Anger flashed in Paul’s eyes. ‘Merde!’
‘I don’t know you.’
‘You were stolen from me. Believe me, Alex, you’re mine. That’s a truth you’ll never escape from.’
His words echoed in Alex’s ears as he walked away, and all the way back to Liv’s flat.
51
Friday, 1 September 2017
Francis
September. Autumn couldn’t come soon enough. Though the days were already getting shorter, the heatwave seemed to have intensified. Eight in the morning and Francis had needed the air conditioning on in his car. He parked in the morgue’s small car park, next to Rose’s dusty four-by-four. An unexpected blast of heat enveloped him as he opened the car door and he was sweating by the time he reached the entrance.
He went into the lobby. Deliciously cool – it almost made up for the smell. Almost, he thought, as he opened the double doors to go through to where he could see Rose already at work. The camouflage effect of wearing a white lab coat against the white tiled walls and floor made her flame-red hair stand out all the more, and her long ponytail bobbed slightly in time with the music blasting from her wall-mounted speakers.

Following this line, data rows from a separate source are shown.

/**
 * Sub-pixel outer edge along rays: the lightly smoothed intensity is sampled along each ray around
 * the contour radius; inside / outside levels are the medians over 3–7 px on either side; the
 * edge is the midpoint crossing nearest the contour (linear interpolation). When no crossing is
 * found the contour radius + 0.5 px is used (the contour runs through the centres of the outermost
 * specimen pixels, half a pixel inside the edge).
 *
 * @param r - gray raster 0..1
 * @param contour - specimen outer contour, px
 * @param center - ray origin, px
 * @param opts - rays, smoothing, search range
 * @returns polygon with one vertex per ray (px), radii, and the number of fallbacks
 */
export function refineOuterEdge(
  r: GrayRaster,
  contour: readonly PointPx[],
  center: PointPx,
  opts: RefineOuterOptions = {},
): { polygon: PointPx[]; radiiPx: (number | null)[]; nFallback: number } {
  const nRays = opts.nRays ?? 360;
  const sig = opts.sigmaPx ?? 1;
  const search = opts.searchPx ?? 4;
  const sm = localGaussian(r, sig);
  const idx = buildRayIndex(contour, center);
  const radii: (number | null)[] = [];
  const polygon: PointPx[] = [];
  let nFallback = 0;
  for (let i = 0; i < nRays; i++) {
    const th = (360 * i) / nRays;
    const h = castRay(idx, th);
    if (!h.length) {
      radii.push(null);
      continue;
    }
    const c = h[h.length - 1];
    const d = rayDirection(th);
    const at = (t: number): number => sm(center.x + t * d.x, center.y + t * d.y);
    const ins: number[] = [];
    const outs: number[] = [];
    for (let t = 3; t <= 7; t += 0.5) {
      ins.push(at(c - t));
      outs.push(at(c + t));
    }
    const lin = median(ins);
    const lout = median(outs);
    const mid = 0.5 * (lin + lout);
    let best: number | null = null;
    const x = center.x + (c + 2) * d.x;
    const y = center.y + (c + 2) * d.y;
    const inFrame = x >= 0 && y >= 0 && x <= r.width - 1 && y <= r.height - 1;
    if (inFrame && Math.abs(lin - lout) > 1e-3) {
      let prev = at(c - search) - mid;
      for (let t = c - search + 0.25; t <= c + search + 1e-9; t += 0.25) {
        const v = at(t) - mid;
        if ((prev >= 0 && v < 0) || (prev <= 0 && v > 0)) {
          const tc = t - 0.25 + 0.25 * (prev / (prev - v));
          if (best === null || Math.abs(tc - c - 0.5) < Math.abs(best - c - 0.5)) best = tc;
        }
        prev = v;
      }
    }
    if (best === null) {
      nFallback++;
      best = inFrame ? c + 0.5 : c;
    }
    radii.push(best);
    polygon.push({ x: center.x + best * d.x, y: center.y + best * d.y });
  }
  return { polygon, radiiPx: radii, nFallback };
}
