import { describe, expect, it } from 'vitest';
import { readFileSync } from 'node:fs';
import { studentTCdf, studentTInv } from '../../../src/core/measure/index.js';

// Reference values produced by scripts/fixtures/measure_tdist.py (scipy.stats.t.ppf / t.cdf).
const fx = JSON.parse(readFileSync(new URL('../../fixtures/measure/t_ppf.json', import.meta.url), 'utf8')) as {
  ppf: { p: number; df: number; t: number }[];
  cdf: { t: number; df: number; cdf: number }[];
};

describe('Student t quantiles', () => {
  it('match scipy.stats.t.ppf, including fractional df', () => {
    for (const r of fx.ppf) {
      expect(Math.abs(studentTInv(r.p, r.df) - r.t)).toBeLessThan(1e-8 * Math.max(1, Math.abs(r.t)) * 5);
    }
  });
  it('CDF matches scipy.stats.t.cdf', () => {
    for (const r of fx.cdf) expect(studentTCdf(r.t, r.df)).toBeCloseTo(r.cdf, 10);
  });
  it('matches handbook table values', () => {
    // Abramowitz & Stegun, Table 26.10 (t distribution): t_0.975(10) = 2.228, t_0.975(1) = 12.706
    expect(studentTInv(0.975, 10)).toBeCloseTo(2.228, 3);
    expect(studentTInv(0.975, 1)).toBeCloseTo(12.706, 3);
  });
  it('rejects impossible arguments with NaN', () => {
    expect(studentTInv(0, 5)).toBeNaN();
    expect(studentTInv(0.5, -1)).toBeNaN();
  });
});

She looked up and saw Francis approaching, so she reached for the control to turn the volume down.
‘Jefferson Airplane,’ said Francis by way of greeting. ‘Bit before your time?’

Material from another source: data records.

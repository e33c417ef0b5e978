import { describe, expect, it } from 'vitest';
import { measureBand, measureFromPolygons, createBandMeasurer, isExcluded } from '../../../src/core/measure/index.js';
import type { PointPx as Point } from '../../../src/core/image/geometry.js';

function circle(cx: number, cy: number, r: number, n = 2000): Point[] {
  return Array.from({ length: n }, (_, i) => {
    const t = (2 * Math.PI * i) / n;
    return { x: cx + r * Math.cos(t), y: cy - r * Math.sin(t) };
  });
}
function ellipse(cx: number, cy: number, a: number, b: number, n = 4000): Point[] {
  return Array.from({ length: n }, (_, i) => {
    const t = (2 * Math.PI * i) / n;
    return { x: cx + a * Math.cos(t), y: cy - b * Math.sin(t) };
  });
}
// radius of an axis-aligned ellipse along angle θ (hand formula: r = ab/√((b cosθ)² + (a sinθ)²))
const rEll = (a: number, b: number, th: number) => (a * b) / Math.hypot(b * Math.cos(th), a * Math.sin(th));

describe('measureBand geometry', () => {
  it('concentric circles give a constant width (chord error of the polygon only)', () => {
    const c = { x: 500, y: 400 };
    const p = measureBand({ outer: circle(500, 400, 300), boundary: circle(500, 400, 240), center: c, umPerPx: 2 });
    expect(p.nValid).toBe(360);
    // polygon chord sagitta with 2000 vertices: r(1−cos(π/2000)) ≈ 3.7e-4 px
    for (const r of p.rays) expect(r.widthUm!).toBeCloseTo(120, 2);
    expect(p.stats.mean).toBeCloseTo(120, 2);
    expect(p.stats.sd).toBeLessThan(0.01);
    expect(p.normalWidth.meanUm).toBeCloseTo(120, 1);
    expect(p.areaWidthUm!).toBeCloseTo(120, 1);
    expect(p.areaWidthComplete).toBe(true);
  });

  it('ellipse in ellipse matches the hand formula along every ray', () => {
    const c = { x: 600, y: 450 };
    const p = measureBand({ outer: ellipse(600, 450, 400, 300), boundary: ellipse(600, 450, 330, 250), center: c, umPerPx: 1, nRays: 72 });
    for (const r of p.rays) {
      const th = (r.thetaDeg * Math.PI) / 180;
      expect(r.widthPx!).toBeCloseTo(rEll(400, 300, th) - rEll(330, 250, th), 2);
    }
    // at 0° the width is 400 − 330 = 70, at 90° it is 300 − 250 = 50
    expect(p.rays[0].widthPx!).toBeCloseTo(70, 2);
    expect(p.rays[18].widthPx!).toBeCloseTo(50, 2);
  });

  it('angle convention: 90° points up on screen (−y)', () => {
    // outer circle shifted up: the band is wider at 90° than at 270°
    const outer = circle(500, 390, 300);
    const p = measureBand({ outer, boundary: circle(500, 400, 200), center: { x: 500, y: 400 }, umPerPx: 1, nRays: 4 });
    expect(p.rays[1].thetaDeg).toBe(90);
    expect(p.rays[1].widthPx!).toBeCloseTo(110, 1);
    expect(p.rays[3].widthPx!).toBeCloseTo(90, 1);
  });

  it('exclusion sectors, with wrap-around', () => {
    expect(isExcluded(355, [[350, 10]])).toBe(true);
    expect(isExcluded(5, [[350, 10]])).toBe(true);
    expect(isExcluded(20, [[350, 10]])).toBe(false);
    expect(isExcluded(95, [[80, 110]])).toBe(true);
    const p = measureBand({
      outer: circle(500, 400, 300), boundary: circle(500, 400, 250), center: { x: 500, y: 400 }, umPerPx: 1,
      exclude: [[80, 110], [350, 10]],
    });
    const ex = p.rays.filter((r) => r.reason === 'excluded').map((r) => r.thetaDeg);
    expect(ex.length).toBe(31 + 21);
    expect(ex).toContain(0);
    expect(ex).toContain(350);
    expect(ex).toContain(10);
    expect(ex).not.toContain(11);
    expect(p.nValid).toBe(360 - 52);
    expect(p.areaWidthComplete).toBe(false);
  });

  it('flags an outlier bump but keeps it unless dropOutliers', () => {
    // boundary with a narrow inward spike around 180°: width jumps there
    const b = circle(500, 400, 250, 3600).map((q, i) => (Math.abs(i - 1800) <= 15 ? { x: 500 + (q.x - 500) * 0.6, y: 400 + (q.y - 400) * 0.6 } : q));
    // give the rest a little waviness so the MAD is non-zero
    const b2 = b.map((q, i) => {
      const f = 1 + 0.004 * Math.sin((2 * Math.PI * 7 * i) / 3600);
      return { x: 500 + (q.x - 500) * f, y: 400 + (q.y - 400) * f };
    });
    const m = createBandMeasurer(circle(500, 400, 300), { x: 500, y: 400 }, { umPerPx: 1 });
    const keep = m(b2);
    const flagged = keep.rays.filter((r) => r.outlier);
    expect(flagged.length).toBeGreaterThanOrEqual(2);
    expect(flagged.every((r) => Math.abs(r.thetaDeg - 180) <= 2)).toBe(true);
    expect(flagged.every((r) => r.valid && r.reason === 'outlier')).toBe(true);
    const drop = measureFromPolygons(circle(500, 400, 300), b2, { x: 500, y: 400 }, { umPerPx: 1, dropOutliers: true });
    expect(drop.stats.n).toBe(keep.stats.n - flagged.length);
    expect(drop.stats.mean).toBeLessThan(keep.stats.mean);
  });

  it('rays whose outer end reaches the image frame are invalid', () => {
    // circle of radius 300 centred at (320, 400) in a 1000×800 image: cut by the left frame (x = 0)
    const outer = circle(320, 400, 300, 4000).map((q) => ({ x: Math.max(q.x, 0), y: q.y }));
    const p = measureBand({ outer, boundary: circle(320, 400, 250), center: { x: 320, y: 400 }, umPerPx: 1, imageSize: { width: 1000, height: 800 } });
    const atFrame = p.rays.filter((r) => r.reason === 'outer-edge-at-frame');
    // the frame cuts the circle where cos θ < −320/300... never: 300 < 320 → nothing cut
    expect(atFrame.length).toBe(0);
    const outer2 = circle(250, 400, 300, 4000).map((q) => ({ x: Math.max(q.x, 0), y: q.y }));
    const p2 = measureBand({ outer: outer2, boundary: circle(250, 400, 200), center: { x: 250, y: 400 }, umPerPx: 1, imageSize: { width: 1000, height: 800 } });
    const cut = p2.rays.filter((r) => r.reason === 'outer-edge-at-frame').map((r) => r.thetaDeg);
    // hand: the cut covers θ with 250 + 300cosθ ≤ 1.5 → |θ − 180°| ≤ acos(248.5/300) = 34.1°
    expect(cut.length).toBeGreaterThanOrEqual(67);
    expect(cut.length).toBeLessThanOrEqual(69);
    expect(cut.every((t) => Math.abs(t - 180) <= 35)).toBe(true);
    expect(p2.areaWidthComplete).toBe(false);
  });

  it('minWidthPx marks narrow rays as band-absent', () => {
    // boundary touching the outer circle on the right half: width 2 px there, 50 px elsewhere
    const b = circle(500, 400, 250, 3600).map((q) => (q.x > 500 ? { x: 500 + (q.x - 500) * (298 / 250), y: 400 + (q.y - 400) * (298 / 250) } : q));
    const p = measureBand({ outer: circle(500, 400, 300), boundary: b, center: { x: 500, y: 400 }, umPerPx: 1, minWidthPx: 10, nRays: 8 });
    expect(p.rays[0].reason).toBe('band-absent');
    expect(p.rays[4].valid).toBe(true);
    expect(p.rays[4].widthPx!).toBeCloseTo(50, 1);
  });

  it('non-square pixels scale the width per ray direction', () => {
    const p = measureBand({ outer: circle(500, 400, 300), boundary: circle(500, 400, 250), center: { x: 500, y: 400 }, umPerPx: { x: 2, y: 3 }, nRays: 4 });
    expect(p.rays[0].widthUm!).toBeCloseTo(100, 2); // 50 px along x · 2 µm
    expect(p.rays[1].widthUm!).toBeCloseTo(150, 2); // 50 px along y · 3 µm
  });

  it('missing boundary → no-boundary; bad input → FractozoneError', () => {
    const p = measureBand({ outer: circle(500, 400, 300), boundary: null, center: { x: 500, y: 400 }, umPerPx: 1 });
    expect(p.rays.every((r) => r.reason === 'no-boundary' && !r.valid)).toBe(true);
    expect(p.stats.n).toBe(0);
    expect(() => measureBand({ outer: circle(5, 5, 3), boundary: null, center: { x: 5, y: 5 }, umPerPx: 0 })).toThrow(/pixel size/);
    expect(() => measureBand({ outer: [{ x: 0, y: 0 }], boundary: null, center: { x: 5, y: 5 }, umPerPx: 1 })).toThrow(/at least 3/);
    expect(() => measureBand({ outer: circle(5, 5, 3), boundary: null, center: { x: 5, y: 5 }, umPerPx: 1, nRays: 2 })).toThrow(/rays/);
  });

  it('outermost crossing is used when the boundary folds', () => {
    // star-like boundary r = 200 + 60 cos(5θ) crossed once per ray from the centre; with a fold
    // we use a boundary that zig-zags: check that the reported radius is the max hit
    const boundary = circle(500, 400, 200, 720).map((q, i) => {
      const f = 1 + 0.3 * Math.cos((2 * Math.PI * 5 * i) / 720);
      return { x: 500 + (q.x - 500) * f, y: 400 + (q.y - 400) * f };
    });
    const p = measureBand({ outer: circle(500, 400, 300), boundary, center: { x: 500, y: 400 }, umPerPx: 1, nRays: 8 });
    expect(p.rays[0].boundaryRadiusPx!).toBeCloseTo(260, 1);
  });
});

She ignored the comment and pulled a white rubber sheet over the cadaver she was working on.
‘Here,’ she said, leading him across to one of the other mortuary tables.
She pulled back the covering sheet to reveal a collection of stained and broken bones, arranged in the approximate layout of a skeleton.

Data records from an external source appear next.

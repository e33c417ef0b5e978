/**
 * The measurement-interval model (src/core/measure/uncertainty.ts): the random part follows the
 * correlation of the residual profile, the budget adds up, the scale term follows its source.
 */
import { describe, expect, it } from 'vitest';
import { COVERAGE_FACTOR_95, localisationTerm, measurementInterval, scaleRelativeSd } from '../../../src/core/measure/uncertainty.js';
import { createRng } from '../../../src/core/random.js';

function noise(n: number, sd: number, seed: number): number[] {
  const rng = createRng(seed);
  return Array.from({ length: n }, () => sd * rng.normal());
}

describe('localisation term', () => {
  it('independent per-ray scatter averages down as s/√n', () => {
    const r = noise(360, 2, 7).map((e) => 500 + e);
    const t = localisationTerm(r, 0);
    // the residual around a 15-ray running median keeps most of the scatter of white noise
    expect(t.perRaySdUm).toBeGreaterThan(1.4);
    expect(t.perRaySdUm).toBeLessThan(2.4);
    expect(t.correlationRays).toBeLessThan(2);
    expect(t.randomSdUm).toBeCloseTo(t.perRaySdUm * Math.sqrt(t.correlationRays / 360), 10);
  });

  it('scatter correlated along the circumference gives a wider interval than independence would', () => {
    // a 4-ray moving average of white noise: correlated over a few rays
    const w = noise(364, 2, 9);
    const r = Array.from({ length: 360 }, (_, i) => 500 + (w[i] + w[i + 1] + w[i + 2] + w[i + 3]) / 2);
    const t = localisationTerm(r, 0);
    expect(t.correlationRays).toBeGreaterThan(2);
    expect(t.randomSdUm).toBeGreaterThan((1.5 * t.perRaySdUm) / Math.sqrt(360));
  });

  it('a smooth real shape (an ellipse) is not counted as placement scatter', () => {
    const r = Array.from({ length: 360 }, (_, i) => 500 + 40 * Math.cos((2 * Math.PI * 2 * i) / 360));
    // only the running median's own curvature error is left: < 1 % of the 40 µm amplitude
    expect(localisationTerm(r, 0).perRaySdUm).toBeLessThan(0.4);
  });

  it('adds the systematic part in quadrature', () => {
    const t = localisationTerm(noise(360, 1, 3).map((e) => 300 + e), 2);
    expect(t.sdUm).toBeCloseTo(Math.hypot(t.randomSdUm, 2), 12);
  });
});

describe('scale term', () => {
  it('a typed pixel size: the tolerance read as a 95 % half-width', () => {
    expect(scaleRelativeSd({ source: 'typed', pixelSizeTolerancePct: 1 }).relSd).toBeCloseTo(0.01 / 1.959964, 6);
  });
  it('a scale bar: two ends of 0.3 px each over the bar length', () => {
    expect(scaleRelativeSd({ source: 'scale-bar', barLengthPx: 300, pixelSizeTolerancePct: 0.5 }).relSd).toBeCloseTo((Math.SQRT2 * 0.3) / 300, 12);
  });
});

describe('measurement interval and budget', () => {
  it('the half-width is k·√Σu² and the shares sum to 100 %', () => {
    const b = localisationTerm(noise(360, 3, 1).map((e) => 800 + e), 1.5);
    const o = localisationTerm(noise(360, 0.5, 2).map((e) => 1200 + e), 0.8);
    const { ci95Um, budget } = measurementInterval(400, b, o, { relSd: 0.004, detail: 'typed' });
    const u = Math.sqrt(b.sdUm ** 2 + o.sdUm ** 2 + (400 * 0.004) ** 2);
    expect(budget.combinedSdUm).toBeCloseTo(u, 12);
    expect((ci95Um[1] - ci95Um[0]) / 2).toBeCloseTo(COVERAGE_FACTOR_95 * u, 10);
    expect(budget.boundary.sharePct + budget.outerEdge.sharePct + budget.scale.sharePct).toBeCloseTo(100, 10);
    expect(budget.scale.sdUm).toBeCloseTo(1.6, 12);
  });
});
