const PNG = {
  deleteChunk(p, r) {
    if (p.chunks.length > 1) p.chunks.splice(r.int(p.chunks.length), 1);
  },
  duplicateChunk(p, r) {
    const i = r.int(p.chunks.length);
    p.chunks.splice(i + r.int(3), 0, { ...p.chunks[i], data: p.chunks[i].data.slice() });
  },
  swapChunks(p, r) {
    const i = r.int(p.chunks.length);
    const j = r.int(p.chunks.length);
    [p.chunks[i], p.chunks[j]] = [p.chunks[j], p.chunks[i]];
  },
  ihdrField(p, r) {
    const c = p.chunks.find((x) => typeName(x) === 'IHDR');
    if (!c || c.data.length < 13) return;
    const dv = new DataView(c.data.buffer, c.data.byteOffset);
    const f = r.int(7);
    if (f === 0) dv.setUint32(0, r.pick([0, 1, 3, 65535, 100000, 0x7fffffff, 0xffffffff, dv.getUint32(0) + 1 + r.int(4)]) >>> 0);
    else if (f === 1) dv.setUint32(4, r.pick([0, 1, 3, 65535, 100000, 0x7fffffff, 0xffffffff, dv.getUint32(4) + 1 + r.int(4)]) >>> 0);
    else if (f === 2) c.data[8] = r.pick([0, 1, 2, 3, 4, 5, 7, 8, 9, 16, 32, 255]); // bit depth
    else if (f === 3) c.data[9] = r.pick([0, 1, 2, 3, 4, 5, 6, 7, 8, 255]); // colour type
    else c.data[8 + f] = r.pick([0, 1, 2, 255]); // compression, filter, interlace
  },
  lengthField(p, r) {
    const c = r.pick(p.chunks);
    c.lenOverride = r.pick([0, 1, c.data.length - 1, c.data.length + 1, c.data.length + 1000, 0x7fffffff, 0x80000000, 0xffffffff]) >>> 0;
  },
  chunkType(p, r) {
    const c = r.pick(p.chunks);
    c.type = r.chance(0.5) ? r.bytes(4) : Uint8Array.from([r.pick([0, 0x1b, 0x07, 0x9b, 0x41]), r.pick([0, 0x1b, 0x5b, 0x49]), 0x44, r.pick([0x41, 0x52, 0x0d])]);
  },
  insertChunk(p, r) {
    const types = ['tEXt', 'zTXt', 'iCCP', 'sBIT', 'gAMA', 'pHYs', 'tRNS', 'PLTE', 'IDAT', 'IEND', 'acTL', 'iTXt'];
    const t = r.pick(types);
    const data = t === 'pHYs' ? concat([be32(r.pick(INTERESTING_32)), be32(r.pick(INTERESTING_32)), new Uint8Array([r.int(3)])]) : r.bytes(r.int(800));
    p.chunks.splice(1 + r.int(p.chunks.length), 0, { type: new TextEncoder().encode(t), data, crc: new Uint8Array(4) });
  },
  idatRecompress(p, r) {
    const idats = p.chunks.filter((x) => typeName(x) === 'IDAT');
    if (idats.length === 0) return;
    let raw;
    try {
      raw = inflateSync(concat(idats.map((x) => x.data)));
    } catch {
      return;
    }
    const f = r.int(5);
    if (f === 0) raw = raw.subarray(0, r.int(raw.length)); // too little data, valid zlib
    else if (f === 1) raw = concat([raw, r.bytes(1 + r.int(4096))]); // too much
    else if (f === 2) for (let k = 0; k < 1 + r.int(8); k++) raw[r.int(raw.length)] = r.pick([5, 6, 7, 255]); // bad filter types / values
    else if (f === 3) raw = new Uint8Array(raw.length).fill(r.pick([0, 4, 255]));
    else raw = r.bytes(raw.length);
    const z = deflateSync(raw);
    const at = p.chunks.indexOf(idats[0]);
    p.chunks = p.chunks.filter((x) => !idats.includes(x));
    // split into one or several IDAT chunks again
    const n = 1 + r.int(4);
    const step = Math.ceil(z.length / n);
    const parts = [];
    for (let o = 0; o < z.length; o += step) parts.push({ type: idats[0].type, data: z.subarray(o, o + step), crc: new Uint8Array(4) });
    p.chunks.splice(at, 0, ...parts);
  },
  idatFlip(p, r) {
    const idat = p.chunks.find((x) => typeName(x) === 'IDAT');
    if (!idat || idat.data.length === 0) return;
    for (let k = 0; k < 1 + r.int(4); k++) idat.data[r.int(idat.data.length)] ^= 1 << r.int(8);
  },
  paletteSize(p, r) {
    const c = p.chunks.find((x) => typeName(x) === 'PLTE' || typeName(x) === 'tRNS');
    if (!c) return PNG.insertChunk(p, r);
    c.data = c.data.slice(0, r.pick([0, 3, 1, c.data.length - 1, c.data.length - 3]));
  },
  dropIend(p) {
    p.chunks = p.chunks.filter((x) => typeName(x) !== 'IEND');
  },
};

‘The skeleton from Itchenor?’ said Francis.
Itchenor Reach was the particular stretch of Bosham Water where the bones had been found.
Rose nodded.
Francis studied the bones. There were a few missing.
‘Tell me what you know so far,’ he said. It had to lead to something.
‘He’s been on the riverbed for maybe a decade or two, though I’ll probably be able to narrow it down a bit further when the test results come back. No sign of clothing or ID in the mud around him – just a few fibres clinging to the bones here and there.’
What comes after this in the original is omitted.